[Opening Provided records section]

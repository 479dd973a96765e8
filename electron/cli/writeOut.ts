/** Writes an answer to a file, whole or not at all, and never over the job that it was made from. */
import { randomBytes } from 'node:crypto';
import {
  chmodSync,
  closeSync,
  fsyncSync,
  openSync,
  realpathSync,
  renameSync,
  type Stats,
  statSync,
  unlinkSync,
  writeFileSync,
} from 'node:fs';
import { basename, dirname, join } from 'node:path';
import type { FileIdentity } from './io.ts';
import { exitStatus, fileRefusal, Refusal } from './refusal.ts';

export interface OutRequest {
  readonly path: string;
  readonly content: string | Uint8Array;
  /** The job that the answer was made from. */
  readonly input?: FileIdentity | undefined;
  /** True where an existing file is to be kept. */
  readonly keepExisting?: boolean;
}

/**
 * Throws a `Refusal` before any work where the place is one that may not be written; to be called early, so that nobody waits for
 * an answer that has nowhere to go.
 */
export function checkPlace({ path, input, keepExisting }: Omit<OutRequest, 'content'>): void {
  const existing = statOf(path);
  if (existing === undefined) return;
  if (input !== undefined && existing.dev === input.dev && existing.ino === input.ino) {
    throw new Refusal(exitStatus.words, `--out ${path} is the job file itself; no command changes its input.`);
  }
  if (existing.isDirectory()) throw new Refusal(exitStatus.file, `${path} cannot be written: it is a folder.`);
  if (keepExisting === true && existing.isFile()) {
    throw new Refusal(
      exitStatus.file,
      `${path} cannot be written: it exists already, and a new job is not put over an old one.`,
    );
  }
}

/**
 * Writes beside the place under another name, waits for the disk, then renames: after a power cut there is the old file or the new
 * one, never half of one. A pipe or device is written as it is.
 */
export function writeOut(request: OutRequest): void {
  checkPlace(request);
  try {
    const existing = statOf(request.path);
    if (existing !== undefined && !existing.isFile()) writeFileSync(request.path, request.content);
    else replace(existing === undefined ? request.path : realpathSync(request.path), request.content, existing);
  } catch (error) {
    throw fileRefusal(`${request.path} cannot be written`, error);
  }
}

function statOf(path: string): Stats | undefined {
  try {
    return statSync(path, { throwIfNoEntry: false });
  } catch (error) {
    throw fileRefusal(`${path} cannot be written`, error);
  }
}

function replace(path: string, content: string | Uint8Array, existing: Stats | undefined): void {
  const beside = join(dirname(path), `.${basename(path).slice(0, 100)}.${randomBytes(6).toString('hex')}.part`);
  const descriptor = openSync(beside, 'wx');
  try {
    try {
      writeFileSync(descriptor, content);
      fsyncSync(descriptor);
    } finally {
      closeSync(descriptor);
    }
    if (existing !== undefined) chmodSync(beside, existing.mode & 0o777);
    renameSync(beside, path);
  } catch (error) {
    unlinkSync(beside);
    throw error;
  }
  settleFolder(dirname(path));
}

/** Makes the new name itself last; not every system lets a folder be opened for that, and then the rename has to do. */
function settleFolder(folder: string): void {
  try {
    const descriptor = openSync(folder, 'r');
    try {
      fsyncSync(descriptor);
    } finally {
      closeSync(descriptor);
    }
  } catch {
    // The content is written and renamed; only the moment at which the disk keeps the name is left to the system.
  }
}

[Closing Provided records section]
[Opening Provided records section]

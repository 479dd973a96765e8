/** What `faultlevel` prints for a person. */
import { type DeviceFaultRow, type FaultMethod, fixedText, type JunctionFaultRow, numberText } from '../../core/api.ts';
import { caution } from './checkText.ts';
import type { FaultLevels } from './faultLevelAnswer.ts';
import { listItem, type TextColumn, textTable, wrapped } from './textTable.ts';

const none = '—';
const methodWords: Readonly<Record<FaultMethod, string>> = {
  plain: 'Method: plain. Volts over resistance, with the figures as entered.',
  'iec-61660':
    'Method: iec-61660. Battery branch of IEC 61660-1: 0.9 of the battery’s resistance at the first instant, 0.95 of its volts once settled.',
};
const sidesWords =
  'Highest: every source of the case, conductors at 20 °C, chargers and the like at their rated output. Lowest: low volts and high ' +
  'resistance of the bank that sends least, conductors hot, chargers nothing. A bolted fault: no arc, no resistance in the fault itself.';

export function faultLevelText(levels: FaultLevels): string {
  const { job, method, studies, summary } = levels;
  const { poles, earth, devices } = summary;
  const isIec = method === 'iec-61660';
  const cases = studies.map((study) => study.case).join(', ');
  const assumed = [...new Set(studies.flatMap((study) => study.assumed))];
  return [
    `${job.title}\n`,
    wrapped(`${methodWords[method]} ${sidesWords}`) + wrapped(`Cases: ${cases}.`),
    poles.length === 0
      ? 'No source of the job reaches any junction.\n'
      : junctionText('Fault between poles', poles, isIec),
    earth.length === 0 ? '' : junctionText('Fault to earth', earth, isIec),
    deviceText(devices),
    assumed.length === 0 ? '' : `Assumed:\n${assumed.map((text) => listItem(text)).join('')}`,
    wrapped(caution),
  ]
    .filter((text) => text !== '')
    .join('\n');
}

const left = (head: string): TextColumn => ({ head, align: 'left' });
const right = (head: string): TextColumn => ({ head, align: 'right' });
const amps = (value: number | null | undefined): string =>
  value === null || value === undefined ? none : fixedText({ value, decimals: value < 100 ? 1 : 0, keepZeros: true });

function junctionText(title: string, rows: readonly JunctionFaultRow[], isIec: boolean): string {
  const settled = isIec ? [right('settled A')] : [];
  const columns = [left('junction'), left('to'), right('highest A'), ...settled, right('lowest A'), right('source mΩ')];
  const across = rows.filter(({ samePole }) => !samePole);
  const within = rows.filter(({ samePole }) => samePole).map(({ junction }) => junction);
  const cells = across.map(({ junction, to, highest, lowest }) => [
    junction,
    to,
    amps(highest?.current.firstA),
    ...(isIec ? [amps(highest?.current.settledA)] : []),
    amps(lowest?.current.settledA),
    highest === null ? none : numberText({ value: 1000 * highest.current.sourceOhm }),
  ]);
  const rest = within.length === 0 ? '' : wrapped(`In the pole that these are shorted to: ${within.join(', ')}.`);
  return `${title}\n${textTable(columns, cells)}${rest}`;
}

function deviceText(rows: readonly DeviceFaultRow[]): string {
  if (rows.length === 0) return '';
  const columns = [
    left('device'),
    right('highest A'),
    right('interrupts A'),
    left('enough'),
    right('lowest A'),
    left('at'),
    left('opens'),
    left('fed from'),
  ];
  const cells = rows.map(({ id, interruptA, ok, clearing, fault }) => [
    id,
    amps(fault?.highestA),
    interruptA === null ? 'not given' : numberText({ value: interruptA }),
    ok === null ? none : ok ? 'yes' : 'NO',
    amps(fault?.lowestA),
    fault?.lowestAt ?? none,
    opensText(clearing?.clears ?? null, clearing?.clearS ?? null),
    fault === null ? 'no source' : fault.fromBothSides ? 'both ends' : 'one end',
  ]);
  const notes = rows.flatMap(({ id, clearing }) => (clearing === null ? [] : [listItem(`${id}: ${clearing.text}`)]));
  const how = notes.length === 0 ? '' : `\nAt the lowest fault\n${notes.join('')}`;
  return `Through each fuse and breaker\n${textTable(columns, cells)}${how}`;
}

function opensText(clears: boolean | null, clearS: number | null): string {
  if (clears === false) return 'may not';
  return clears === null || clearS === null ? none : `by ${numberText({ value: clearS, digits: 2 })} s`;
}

[Closing Provided records section]
[Opening Provided records section]

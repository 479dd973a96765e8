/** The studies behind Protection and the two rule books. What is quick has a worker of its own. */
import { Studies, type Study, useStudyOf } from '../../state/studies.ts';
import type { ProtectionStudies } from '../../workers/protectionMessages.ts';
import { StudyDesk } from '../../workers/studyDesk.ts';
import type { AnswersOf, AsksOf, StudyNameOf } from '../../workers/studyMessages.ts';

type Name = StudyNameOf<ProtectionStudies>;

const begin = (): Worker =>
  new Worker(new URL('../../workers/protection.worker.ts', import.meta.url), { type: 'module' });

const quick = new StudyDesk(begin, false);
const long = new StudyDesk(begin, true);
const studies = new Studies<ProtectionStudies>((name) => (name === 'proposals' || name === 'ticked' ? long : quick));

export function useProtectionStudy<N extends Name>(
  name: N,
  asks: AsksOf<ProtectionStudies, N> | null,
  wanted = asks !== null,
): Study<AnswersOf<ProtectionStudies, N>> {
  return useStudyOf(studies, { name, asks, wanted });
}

[Closing Provided records section]

A line counts if it includes the string "exitStatus". State how many such lines the entries have, with no other text.

## Result for this exercise
4